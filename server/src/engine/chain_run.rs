//! Chain calibration runs: the RF source drives through the drive chain into the bench's power
//! sensor at the request's frequencies and one or two levels; the gain (sensor reading less the
//! generator's read-back level) and its uncertainty (`analysis::sensor_chain`) are stored as a
//! new version of a named chain calibration.
//!
//! Such a run takes the bench's queue like a measurement run (the instruments are exclusive, a
//! bench held by a safety fault starts nothing) and has the same interlocks:
//! - before anything is sent, the request is proven within the limits: every frequency within
//!   the source's and the sensor's ranges, every level within the source's, and the highest level
//!   plus the largest gain the operator expects of the chain (`max_expected_gain_db`) within the
//!   sensor's measuring range and the daemon's ceiling at the modulator input (the sensor sits
//!   where the modulator's input is);
//! - while it runs, levels go from low to high and a level whose reading, moved up by the next
//!   step, would pass the sensor's range is not taken: the run stops with RF off;
//! - RF goes off at the end of every frequency and on every stop path: the end, cancel, an
//!   instrument's error, a panic (the [`RfOffGuard`] acts from `Drop`) and daemon shutdown. An
//!   output that cannot be confirmed off flags the bench (`rf_safety`) as a measurement run does.

use super::events::{ChainRunEnd, ProgressEvent};
use super::plan::{FieldError, PlanErrors};
use super::safety::{self, RfOffGuard, SharedSource};
use super::worker::{BenchSlot, Work};
use super::{lock, Engine, EngineError, SubmitError};
use crate::analysis::sensor_chain::{
    gain_from_readings, GainEstimate, SensorFigures, SensorReading,
};
use crate::store::ChainCalibrationPoint;
use halfwave_drivers::{InstrumentError, PowerSensor, SensorLimits, SourceLimits};
use halfwave_units::{Dbm, Hz};
use serde::{Deserialize, Serialize};
use std::sync::Arc;
use tokio::sync::Mutex;
use tokio_util::sync::CancellationToken;
use utoipa::ToSchema;

/// A power sensor shared by the bench's chain calibration runs.
pub type SharedSensor = Arc<Mutex<Box<dyn PowerSensor>>>;

/// Most frequencies in one chain calibration.
pub const MAX_FREQUENCIES: usize = 401;

/// A chain calibration as submitted.
#[derive(Debug, Clone, PartialEq, Serialize, Deserialize, ToSchema)]
#[serde(deny_unknown_fields)]
pub struct ChainCalibrationRequest {
    /// The bench whose source and sensor measure the chain.
    pub bench: String,
    /// The chain calibration's name; the result is stored as its next version. Not starting
    /// with `flat-loss-` (the names of the flat losses the engine stores itself).
    #[schema(min_length = 1, max_length = 200)]
    pub name: String,
    /// Frequencies in hertz, ascending, 1 to 401 of them.
    pub frequencies_hz: Vec<f64>,
    /// One or two generator levels in dBm (two show the sensor's and the chain's linearity).
    pub levels_dbm: Vec<f64>,
    /// Readings per frequency and level (2 to 100; default 5), for the repeatability.
    #[serde(default = "default_readings")]
    #[schema(minimum = 2, maximum = 100)]
    pub readings_per_level: u32,
    /// The largest gain the chain can have at any of the frequencies, dB (an amplifier's gain, or
    /// the least loss); the interlock adds it to the highest level.
    pub max_expected_gain_db: f64,
    /// |Gamma| of the chain's output (its worst case over the band, 0 to 0.99), for mismatch.
    pub source_reflection_coefficient: f64,
    /// The sensor's accuracy, +/- percent (0 to 50); default: the bench's
    /// `sensor_accuracy_percent`.
    #[serde(default)]
    pub sensor_accuracy_percent: Option<f64>,
    /// |Gamma| of the sensor (0 to 0.99); default: the bench's `sensor_reflection_coefficient`.
    #[serde(default)]
    pub sensor_reflection_coefficient: Option<f64>,
}
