//! The RF-off interlock: every way a run can stop leaves the source's output off.
//!
//! The normal paths (end of a frequency, end of a run, cancel, error) call
//! [`RfOffGuard::release`], which switches the output off and confirms it, and returns the error
//! if that failed so the run records it. A path that never reaches that call (a panic unwinding
//! the run task, a task dropped at shutdown) still drops the guard, and the guard's `Drop`
//! spawns the same safe-off on the runtime. The daemon also switches every configured source off
//! at start-up and after a shutdown signal (see `engine::Engine`), so a SIGKILL, which no code can
//! catch, is covered by the next start.

use halfwave_drivers::{InstrumentError, RfSource};
use std::sync::Arc;
use tokio::sync::Mutex;
use tokio::time::Instant;

/// A source shared between the run that drives it and the interlocks that may switch it off.
pub type SharedSource = Arc<Mutex<Box<dyn RfSource>>>;

/// How long a stop path spends on switching the output off before it gives up and hands the
/// bench to the keeper (`engine::rf_safety`), which goes on trying for as long as the daemon runs.
pub const SWITCH_OFF_BUDGET: std::time::Duration = std::time::Duration::from_millis(1500);

/// The longest a level change (with its settling `*OPC?`) may take on the source while the
/// output may be on, in a measurement run and in a chain calibration alike; a source that stops
/// answering is given up on after this, so the stop path switches the output off without waiting
/// for the transport's own timeout. Sources settle in milliseconds to a few hundred (common
/// practice), so this leaves a wide margin.
pub const SOURCE_STEP_LIMIT: std::time::Duration = std::time::Duration::from_secs(2);

/// What a stop says when `source` overran [`SOURCE_STEP_LIMIT`] on a level change.
pub fn level_change_overran(source: &str) -> String {
    format!(
        "{source} did not complete a level change within {:.1} s with the output on",
        SOURCE_STEP_LIMIT.as_secs_f64()
    )
}

/// Switches a shared source's output off and confirms it, retrying (the driver reconnects
/// between attempts) within [`SWITCH_OFF_BUDGET`], the wait for the source's lock included;
/// returns the last error if it could not be confirmed. The caller then flags the bench
/// (`BenchSafety::output_unconfirmed`).
pub async fn switch_off(source: &SharedSource) -> Result<(), InstrumentError> {
    let deadline = Instant::now() + SWITCH_OFF_BUDGET;
    match tokio::time::timeout_at(deadline, source.lock()).await {
        Ok(mut src) => switch_off_until(src.as_mut(), deadline).await,
        Err(_) => Err(budget_spent("the RF source (its lock was held)".into())),
    }
}

/// The cause of a stop whose instrument overran its watch with the output on (`what` says which
/// and how), after switching the output off first: `what`, then whether that worked.
pub async fn switch_off_first(source: &SharedSource, what: String) -> String {
    match switch_off(source).await {
        Ok(()) => format!("{what}; the RF output was switched off first"),
        Err(e) => format!("{what}; switching the RF output off failed too ({e})"),
    }
}

/// [`switch_off`] for a source not shared yet (the start-up interlock).
pub async fn switch_off_source(source: &mut dyn RfSource) -> Result<(), InstrumentError> {
    switch_off_until(source, Instant::now() + SWITCH_OFF_BUDGET).await
}

async fn switch_off_until(
    source: &mut dyn RfSource,
    deadline: Instant,
) -> Result<(), InstrumentError> {
    let resource = source.resource().to_string();
    let mut last = None;
    let mut attempt = 0u64;
    loop {
        attempt += 1;
        match tokio::time::timeout_at(deadline, source.safe_off()).await {
            Ok(Ok(())) => {
                tracing::debug!(resource, "RF output confirmed off");
                return Ok(());
            }
            Ok(Err(e)) => {
                tracing::warn!(resource, attempt, error = %e, "RF safe-off failed; retrying");
                last = Some(e);
            }
            Err(_) => break,
        }
        let pause = std::time::Duration::from_millis(100 * attempt.min(5));
        if Instant::now() + pause >= deadline {
            break;
        }
        tokio::time::sleep(pause).await;
    }
    Err(last.unwrap_or_else(|| budget_spent(resource)))
}

fn budget_spent(resource: String) -> InstrumentError {
    InstrumentError::Timeout {
        resource,
        operation: "switching the output off and reading it back".into(),
        after: SWITCH_OFF_BUDGET,
    }
}

/// Armed while a run may have RF on; switches the output off when released or dropped.
pub struct RfOffGuard {
    source: SharedSource,
    armed: bool,
}

impl RfOffGuard {
    /// Arms the interlock for this source.
    pub fn arm(source: SharedSource) -> RfOffGuard {
        RfOffGuard {
            source,
            armed: true,
        }
    }

    /// Switches the output off now and disarms; the error, if any, is the run's to record.
    pub async fn release(mut self) -> Result<(), InstrumentError> {
        self.armed = false;
        switch_off(&self.source).await
    }
}

impl Drop for RfOffGuard {
    fn drop(&mut self) {
        if !self.armed {
            return;
        }
        let source = self.source.clone();
        match tokio::runtime::Handle::try_current() {
            Ok(handle) => {
                tracing::warn!(
                    "run ended without a clean stop; switching RF off from the interlock"
                );
                handle.spawn(async move {
                    if let Err(e) = switch_off(&source).await {
                        tracing::error!(error = %e, "the interlock could not switch the RF output off; switch it off by hand");
                    }
                });
            }
            Err(_) => tracing::error!(
                "the interlock has no runtime to switch the RF output off; switch it off by hand"
            ),
        }
    }
}

#[cfg(test)]
mod tests {
    use super::*;
    use halfwave_drivers::sim::{Scenario, SimBench};
    use std::time::Duration;

    /// A simulated source with its output on, as a run in progress has it.
    async fn source_left_on() -> (SimBench, SharedSource) {
        let sim = SimBench::new(Scenario::builtin().expect("built-in scenario"), 1);
        let mut source: Box<dyn RfSource> = Box::new(sim.rf_source());
        source.set_output(true).await.expect("output on");
        assert!(sim.rf_output_on());
        (sim, Arc::new(Mutex::new(source)))
    }

    /// Waits up to one second for the simulated output to go off.
    async fn goes_off_within_a_second(sim: &SimBench) -> bool {
        for _ in 0..100 {
            if !sim.rf_output_on() {
                return true;
            }
            tokio::time::sleep(Duration::from_millis(10)).await;
        }
        false
    }

    #[tokio::test]
    async fn release_switches_off_and_reports_success() {
        let (sim, source) = source_left_on().await;
        RfOffGuard::arm(source).release().await.expect("safe-off");
        assert!(!sim.rf_output_on());
    }

    #[tokio::test]
    async fn a_panicking_run_task_leaves_the_output_off() {
        let (sim, source) = source_left_on().await;
        let run = tokio::spawn(async move {
            let _guard = RfOffGuard::arm(source);
            panic!("a bug in the middle of a point");
        });
        let joined = run.await;
        assert!(joined.is_err_and(|e| e.is_panic()));
        assert!(
            goes_off_within_a_second(&sim).await,
            "the guard's drop must switch the output off"
        );
    }

    #[tokio::test]
    async fn a_run_task_aborted_mid_point_leaves_the_output_off() {
        let (sim, source) = source_left_on().await;
        let (armed_tx, armed) = tokio::sync::oneshot::channel();
        let run = tokio::spawn(async move {
            let _guard = RfOffGuard::arm(source);
            let _ = armed_tx.send(());
            std::future::pending::<()>().await;
        });
        armed.await.expect("the run task armed its guard");
        run.abort();
        assert!(run.await.is_err_and(|e| e.is_cancelled()));
        assert!(goes_off_within_a_second(&sim).await);
    }
}
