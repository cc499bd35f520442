//! The bench queues and their workers, behind the public [`Engine`] handle of `engine/mod.rs`.
//!
//! Each configured bench is a [`BenchSlot`]: its source and analyzer (exclusive, behind mutexes),
//! its queue of runs as the API shows it, its RF safety state and the channel its worker reads.
//! One worker task per bench takes [`Work`] in turn (a calibration run or a chain calibration),
//! waits while a safety fault holds the bench, runs it in a task of its own so that a panic
//! cannot take the worker down, and records how it ended. Putting a run on a queue (a new one,
//! or a stored one on resume and at start-up) is here too; what may be queued is decided by the
//! handle (plan validation, the chain, the limits).

use super::chain_run::{ChainJob, SharedSensor};
use super::events::ProgressEvent;
use super::plan::{Plan, PlanContext, PlanRequest};
use super::rf_safety::{BenchSafety, SafetyState};
use super::runner::{self, RunContext, RunOutcome, SharedAnalyzer};
use super::safety::{self, SharedSource};
use super::{drive_chain, lock, BenchStatus, Engine, EngineError};
use crate::analysis::chain::DriveChain;
use crate::store::{BenchFault, RunState, Store};
use halfwave_drivers::Identity;
use std::collections::{HashSet, VecDeque};
use std::sync::Arc;
use tokio::sync::mpsc;
use tokio_util::sync::CancellationToken;

/// What a bench's worker takes from its queue.
pub(super) enum Work {
    Measure(Job),
    Chain(ChainJob),
}
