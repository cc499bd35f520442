//! The sweep engine: plans in, one queue per bench, runs out, RF off on every stop path.

pub mod acquire;
pub mod events;
pub mod plan;
pub mod safety;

◇ ◇ ◇ ◇ ◇ ◇ ◇

Scan the records for the string "ToSchema" and report each line where it occurs.

Output for this task:
use utoipa::ToSchema;
#[derive(Debug, Clone, PartialEq, Serialize, Deserialize, ToSchema)]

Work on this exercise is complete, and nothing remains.